Looking for Arnol'd quote about Russian students vs western mathematicians I think I once saw a sentence in an article by V.I. Arnol'd saying something like: here is a problem that every Russian schoolchild can solve, but no western mathematician can solve.  But I can't find it now. 

Does anyone know the quote and where it was written?

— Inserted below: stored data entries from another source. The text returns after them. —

// htMonotoneTol is how far (coverage, 0–1) a ramp's effective coverage
// may fall from one nominal level to a higher one and still be taken as
// noise and pooled: 0.02, about the tone repeatability across a press
// sheet: common practice (no source). A larger fall is an error.
const htMonotoneTol = 0.02

// htNWarnSE is the standard error of a fitted Yule–Nielsen factor above
// which the fit warns that the data do not determine it: 0.5, a third of
// the distance from n = 1 to the typical 1.5–2 of coated papers (common
// practice (no source)).
const htNWarnSE = 0.5

// htSpreadWarn is the ΔE00 between replicates of a primary above which the
// fit warns: 1.0, about the sheet-to-sheet variation of a stable press run:
// common practice (no source).
const htSpreadWarn = 1.0

// FitHalftone calibrates a Yule–Nielsen modified spectral Neugebauer model
// of the inks (1 to MaxHalftoneInks, the order of the model) from measured
// patches.
//
// The patches whose coverages are all 0 or 1 are the Neugebauer
// primaries: the paper, each solid and every overprint, 2^k in all;
// replicates are averaged. The patches of one ink strictly between 0 and 1
// (the others 0) form that ink's tint ramp; all other patches (overprint
// tints) validate the model, or, when not held out, take part in the fit
// of n.
//
// For a trial n, every ramp patch gets the effective coverage that best
// reproduces its reflectance by the Yule–Nielsen equation (least squares
// over wavelength in reflectance, Gauss–Newton); the effective coverages
// of each nominal level are averaged, pooled into a non-decreasing
// sequence where needed, and joined by a monotone curve (DotGain) from
// (0, 0) to (1, 1). n minimises the sum of squared reflectance residuals
// of the ramp patches and of the training overprint tints predicted
// through the curves; it is found by a scan of [MinNFactor, MaxNFactor]
// at steps of 0.25 and a golden-section search. Its standard error comes
// from the curvature of that profile, σ̂·√(2/SSR″(n)), taking the
// spectral residuals as independent (they are not quite, so it is a lower
// bound). With PerInk each ink's n comes from its own ramp alone.
//
// The report scores every tint and overprint tint (training and held
// out): RMS spectral residual in reflectance and ΔE00 under the scorer's
// illuminant; the primaries, reproduced by construction, are summarised
// in PrimaryFits (replicate spread), the ramps in InkFits (dot gain at 25,
// 50 and 75 %).
//
// Errors (wrapping ErrHalftoneData, naming the patch, ink or primary): no
// patches, inks not valid, spectra on different grids, a reflectance
// below −0.01 or above 1.5, a coverage outside 0–1 or for an unknown ink,
// a primary held out, primaries missing (naming each), an ink without a
// training ramp, and a ramp whose effective coverage falls by more than
// 0.02 from one nominal level to a higher one (naming both patches).
func FitHalftone(inks []string, samples []HalftoneSample, set HalftoneFitSettings) (*Halftone, error) {
	if err := htCheckInks(inks); err != nil {
		return nil, fmt.Errorf("%w: %v", ErrHalftoneData, err)
	}
	if len(samples) == 0 {
		return nil, fmt.Errorf("%w: no patches", ErrHalftoneData)
	}
	if !htFinite(set.HoldOut) || set.HoldOut < 0 || set.HoldOut >= 1 {
		return nil, fmt.Errorf("hold-out fraction %v is not in [0, 1)", set.HoldOut)
	}
	if set.NFactor != 0 && (!htFinite(set.NFactor) || set.NFactor < MinNFactor || set.NFactor > MaxNFactor) {
		return nil, fmt.Errorf("Yule–Nielsen factor %v is outside [%g, %g]", set.NFactor, float64(MinNFactor), float64(MaxNFactor))
	}
	if set.NFactor != 0 && set.PerInk {
		return nil, fmt.Errorf("a fixed Yule–Nielsen factor and one factor per ink exclude each other")
	}
	if !htFinite(set.TAC) || set.TAC < 0 {
		return nil, fmt.Errorf("total area coverage limit %v %% is not a finite non-negative number", set.TAC)
	}
	scorer := set.Scorer
	if scorer == nil {
		scorer = NewScorer(cie.CIE1931(), cie.D50(), "D50")
	}
	k := len(inks)
	idx := map[string]int{}
	for i, n := range inks {
		idx[n] = i
	}
	g := samples[0].Reflectance.Grid()
	var patches []htPatch
	names := map[string]string{}
	for _, s := range samples {
		if prev, dup := names[s.Name]; dup {
			return nil, fmt.Errorf("%s: %w: patch name used twice (also %s)", s.where(), ErrHalftoneData, prev)
		}
		names[s.Name] = s.where()
		if s.Reflectance.IsZero() {
			return nil, fmt.Errorf("%s: %w: no spectrum", s.where(), ErrHalftoneData)
		}
		if sg := s.Reflectance.Grid(); !sg.Equal(g) {
			return nil, fmt.Errorf("%s: %w: spectrum on %v, the first patch on %v; measure all patches on one grid", s.where(), ErrHalftoneData, sg, g)
		}
		if err := s.Reflectance.CheckFraction(htNegTol); err != nil {
			return nil, fmt.Errorf("%s: %w: %v", s.where(), ErrHalftoneData, err)
		}
		if v, nm := s.Reflectance.Max(); v > htMaxReflectance {
			return nil, fmt.Errorf("%s: %w: reflectance %g at %g nm is above %g: give reflectance as a fraction 0–1, not percent", s.where(), ErrHalftoneData, v, nm, htMaxReflectance)
		}
		p := htPatch{s: s, nom: make([]float64, k), r: s.Reflectance.Values(nil), held: s.HeldOut}
		given := make([]bool, k)
		for _, a := range s.Coverages {
			i, ok := idx[a.Name]
			if !ok {
				return nil, fmt.Errorf("%s: %w: %w %q (inks: %s)", s.where(), ErrHalftoneData, ErrUnknownInk, a.Name, strings.Join(inks, ", "))
			}
			if given[i] {
				return nil, fmt.Errorf("%s: %w: ink %q given twice", s.where(), ErrHalftoneData, a.Name)
			}
			if !htFinite(a.Value) || a.Value < 0 || a.Value > 1 {
				return nil, fmt.Errorf("%s: %w: coverage of %q is %v, outside 0–1", s.where(), ErrHalftoneData, a.Name, a.Value)
			}
			p.nom[i], given[i] = a.Value, true
		}
		p.kind, p.mask, p.ink = htClassify(p.nom)
		if p.kind == htPrimary && p.held {
			return nil, fmt.Errorf("%s: %w: primary %s is held out; the model is built from the primaries, so they cannot be", s.where(), ErrHalftoneData, PrimaryName(inks, p.mask))
		}
		patches = append(patches, p)
	}
	htChooseHoldOut(patches, k, set.HoldOut)

	// The primaries: every one measured, replicates averaged.
	prim := make([][]float64, 1<<k)
	primOf := make([][]int, 1<<k)
	for pi, p := range patches {
		if p.kind == htPrimary {
			primOf[p.mask] = append(primOf[p.mask], pi)
		}
	}
	var missing []string
	for mask := range prim {
		if len(primOf[mask]) == 0 {
			missing = append(missing, PrimaryName(inks, mask))
			continue
		}
		prim[mask] = make([]float64, g.N)
		for _, pi := range primOf[mask] {
			for j, v := range patches[pi].r {
				prim[mask][j] += math.Max(v, 0) / float64(len(primOf[mask]))
			}
		}
	}
	if len(missing) > 0 {
		return nil, fmt.Errorf("%w: missing primaries: %s (the model needs the paper, every solid and every overprint of the %d inks: %d patches whose coverages are all 0 or 100 %%)",
			ErrHalftoneData, strings.Join(missing, ", "), k, 1<<k)
	}

	// The ramps.
	fd := &htFitData{g: g, inks: inks, prim: prim, reps: make([]int, len(prim))}
	for mask := range prim {
		fd.reps[mask] = len(primOf[mask])
	}
	fd.ramps = make([][]int, k)
	for pi, p := range patches {
		switch {
		case p.held:
		case p.kind == htRamp:
			fd.ramps[p.ink] = append(fd.ramps[p.ink], pi)
		case p.kind == htMixed:
			fd.mixed = append(fd.mixed, pi)
		}
	}
	fd.patches = patches
	for i, r := range fd.ramps {
		if len(r) == 0 {
			return nil, fmt.Errorf("%w: ink %q has no tint ramp in the fit (patches of %s alone between 0 and 100 %%, not held out)", ErrHalftoneData, inks[i], inks[i])
		}
	}

	// The Yule–Nielsen factor(s).
	var warns []string
	var nf, nse []float64
	switch {
	case set.NFactor != 0:
		nf, nse = []float64{set.NFactor}, []float64{0}
	case set.PerInk:
		for i := range inks {
			n, se, atBound := fd.fitN([]int{i}, false)
			nf, nse = append(nf, n), append(nse, se)
			if atBound {
				warns = append(warns, htBoundWarning(fmt.Sprintf("ink %q", inks[i]), n))
			}
		}
	default:
		all := make([]int, k)
		for i := range all {
			all[i] = i
		}
		n, se, atBound := fd.fitN(all, true)
		nf, nse = []float64{n}, []float64{se}
		if atBound {
			warns = append(warns, htBoundWarning("the press", n))
		}
	}

	for i, se := range nse {
		if se > htNWarnSE {
			who := "the press"
			if len(nse) == k {
				who = fmt.Sprintf("ink %q", inks[i])
			}
			warns = append(warns, fmt.Sprintf("Yule–Nielsen factor of %s is poorly determined (%.3g ± %.3g): a spectrally flat ink cannot tell optical from mechanical dot gain; fit one factor for all inks or fix it", who, nf[i], se))
		}
	}

	// Dot-gain curves at the fitted factor(s), with the monotonicity check.
	gains := make([]DotGain, k)
	inkFits := make([]InkFit, k)
	for i := range inks {
		n := nf[0]
		if len(nf) == k {
			n = nf[i]
		}
		effs, _ := fd.rampEffective(i, n)
		levels, means, counts := htLevels(fd, i, effs)
		for b := 1; b < len(levels); b++ {
			for a := range b {
				if means[b] < means[a]-htMonotoneTol {
					return nil, fmt.Errorf("%w: the ramp of ink %q is not monotone: at %s the print is lighter (effective coverage %.3f) than at %s (%.3f); check those patches",
						ErrHalftoneData, inks[i], htLevelPlaces(fd, i, levels[b]), means[b], htLevelPlaces(fd, i, levels[a]), means[a])
				}
			}
		}
		pooled := htPool(means, counts)
		smoothed := false
		for b := range pooled {
			if math.Abs(pooled[b]-means[b]) > 1e-12 {
				smoothed = true
			}
		}
		d, err := htCurve(levels, pooled)
		if err != nil {
			return nil, fmt.Errorf("ink %q: %w", inks[i], err)
		}
		gains[i] = d
		f := InkFit{Ink: inks[i], Patches: len(fd.ramps[i]), Levels: len(levels), Smoothed: smoothed,
			Gain25: d.Gain(0.25), Gain50: d.Gain(0.5), Gain75: d.Gain(0.75)}
		for s := 0; s <= 100; s++ {
			a := float64(s) / 100
			if gn := d.Gain(a); gn > f.MaxGain {
				f.MaxGain, f.MaxGainAt = gn, a
			}
		}
		if len(nf) == k {
			v := nf[i]
			f.N = &v
		}
		inkFits[i] = f
		if smoothed {
			warns = append(warns, fmt.Sprintf("ink %q: the ramp's effective coverage falls slightly between neighbouring levels (within %.2g); pooled into a monotone curve", inks[i], htMonotoneTol))
		}
		if len(levels) < 3 {
			warns = append(warns, fmt.Sprintf("ink %q: the ramp has %d level(s); the dot-gain curve between them is an interpolation: measure at least 3, better 10 (10 %%, 20 %% … 90 %%)", inks[i], len(levels)))
		}
	}

	primSpectra := make([]colorimetry.Spectrum, len(prim))
	for mask, r := range prim {
		s, err := colorimetry.NewSpectrumOnGrid(g, r, colorimetry.Options{})
		if err != nil {
			return nil, fmt.Errorf("primary %s: %w", PrimaryName(inks, mask), err)
		}
		primSpectra[mask] = s
	}
	m, err := NewHalftone(g, inks, primSpectra, nf, gains, set.TAC)
	if err != nil {
		return nil, fmt.Errorf("fitted model: %w", err)
	}
	m.nSE = nse
	m.inkFits = inkFits

	// Primary summaries.
	for mask := range prim {
		pf := PrimaryFit{Name: PrimaryName(inks, mask)}
		lab, err := scorer.ObjectLab(primSpectra[mask])
		if err != nil {
			return nil, fmt.Errorf("primary %s: %w", pf.Name, err)
		}
		pf.L, pf.A, pf.B = lab.L, lab.A, lab.B
		for _, pi := range primOf[mask] {
			pf.Samples = append(pf.Samples, patches[pi].s.Name)
			if len(primOf[mask]) > 1 {
				de, err := scorer.ObjectDE00(patches[pi].s.Reflectance, primSpectra[mask])
				if err != nil {
					return nil, fmt.Errorf("%s: %w", patches[pi].s.where(), err)
				}
				pf.Spread = math.Max(pf.Spread, de)
			}
		}
		if pf.Spread > htSpreadWarn {
			warns = append(warns, fmt.Sprintf("primary %s: its %d measurements differ from their mean by up to ΔE00 %.2f", pf.Name, len(primOf[mask]), pf.Spread))
		}
		m.primFits = append(m.primFits, pf)
	}

	// The report: every tint and overprint tint.
	var fits []SampleFit
	pred := make([]float64, g.N)
	for _, p := range patches {
		if p.kind == htPrimary {
			continue
		}
		ps := m.spectrumOf(m.ReflectanceTo(pred, p.nom))
		rms, maxAbs, err := Residual(p.s.Reflectance, ps)
		if err != nil {
			return nil, fmt.Errorf("%s: %w", p.s.where(), err)
		}
		de, err := scorer.ObjectDE00(p.s.Reflectance, ps)
		if err != nil {
			return nil, fmt.Errorf("%s: %w", p.s.where(), err)
		}
		fits = append(fits, SampleFit{Name: p.s.Name, HeldOut: p.held, RMS: rms, MaxAbs: maxAbs, DE00: de})
	}
	if fits == nil {
		fits = []SampleFit{}
	}
	m.report = NewFitReport(fits, scorer.Illuminant(), scorer.Observer())
	nMixed := 0
	for _, p := range patches {
		if p.kind == htMixed {
			nMixed++
		}
	}
	if nMixed == 0 && k > 1 {
		warns = append(warns, "no overprint tints (patches of two or more inks with at least one between 0 and 100 %): how the inks combine is not tested; add some and hold them out")
	}
	if set.HoldOut > 0 {
		got := 0
		for _, p := range patches {
			if p.held && !p.s.HeldOut {
				got++
			}
		}
		if want := int(math.Round(set.HoldOut * float64(len(patches)))); got < want {
			warns = append(warns, fmt.Sprintf("hold-out %.3g asks for %d patches; only %d could be spared (primaries and each ramp's lowest and highest tints stay in the fit)", set.HoldOut, want, got))
		}
	}
	m.report.Warnings = append(m.report.Warnings, warns...)
	return m, nil
}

I ask because I'm preparing a talk on research by high school students, and I might include this quote if the actual wording isn't too inflammatory.
 A: Here's Arnold's essay on teaching mathematics.
http://pauli.uni-muenster.de/~munsteg/arnold.html
"For example, these students have never seen a paraboloid and a question on the form of the surface given by the equation $xy = z^2$ puts the mathematicians studying at ENS into a stupor. Drawing a curve given by parametric equations (like $x = t^3 - 3t$, $y = t^4 - 2t^2$) on a plane is a totally impossible problem for students (and, probably, even for most French professors of mathematics)."
A: Maybe you are referring to his book with problems for schoolchildren? See problem 13 there, and also a remark in the preface.
A: You possibly mean this 'two volumes' problem from the book ``Problems for children from 5 to 15'':
Russian original:


*На книжной полке рядом стоят два тома Пушкина: первый и второй. Страницы каждого тома имеют вместе толщину 2 см, а обложка –– каждая –– 2 мм. Червь прогрыз (перпендикулярно страницам) от первой страницы первого тома до
последней страницы второго тома. Какой путь он прогрыз?
[Эта топологическая задача с невероятным ответом ––
4 мм –– совершенно недоступна академикам, но некоторые
дошкольники легко справляются с ней.]


English translation:


*Two volumes of Pushkin, the first and the second, are side-by-side on
a bookshelf. The pages of each volume are 2 cm thick, and the cover – front
and back each – is 2 mm. A bookworm has gnawed through (perpendicular to
the pages) from the first page of volume 1 to the last page of volume 2. How
long is the bookworm’s track?
[This topological problem with an incredible answer – 4 mm – is absolutely
impossible for academicians, but some preschoolers handle it with ease.]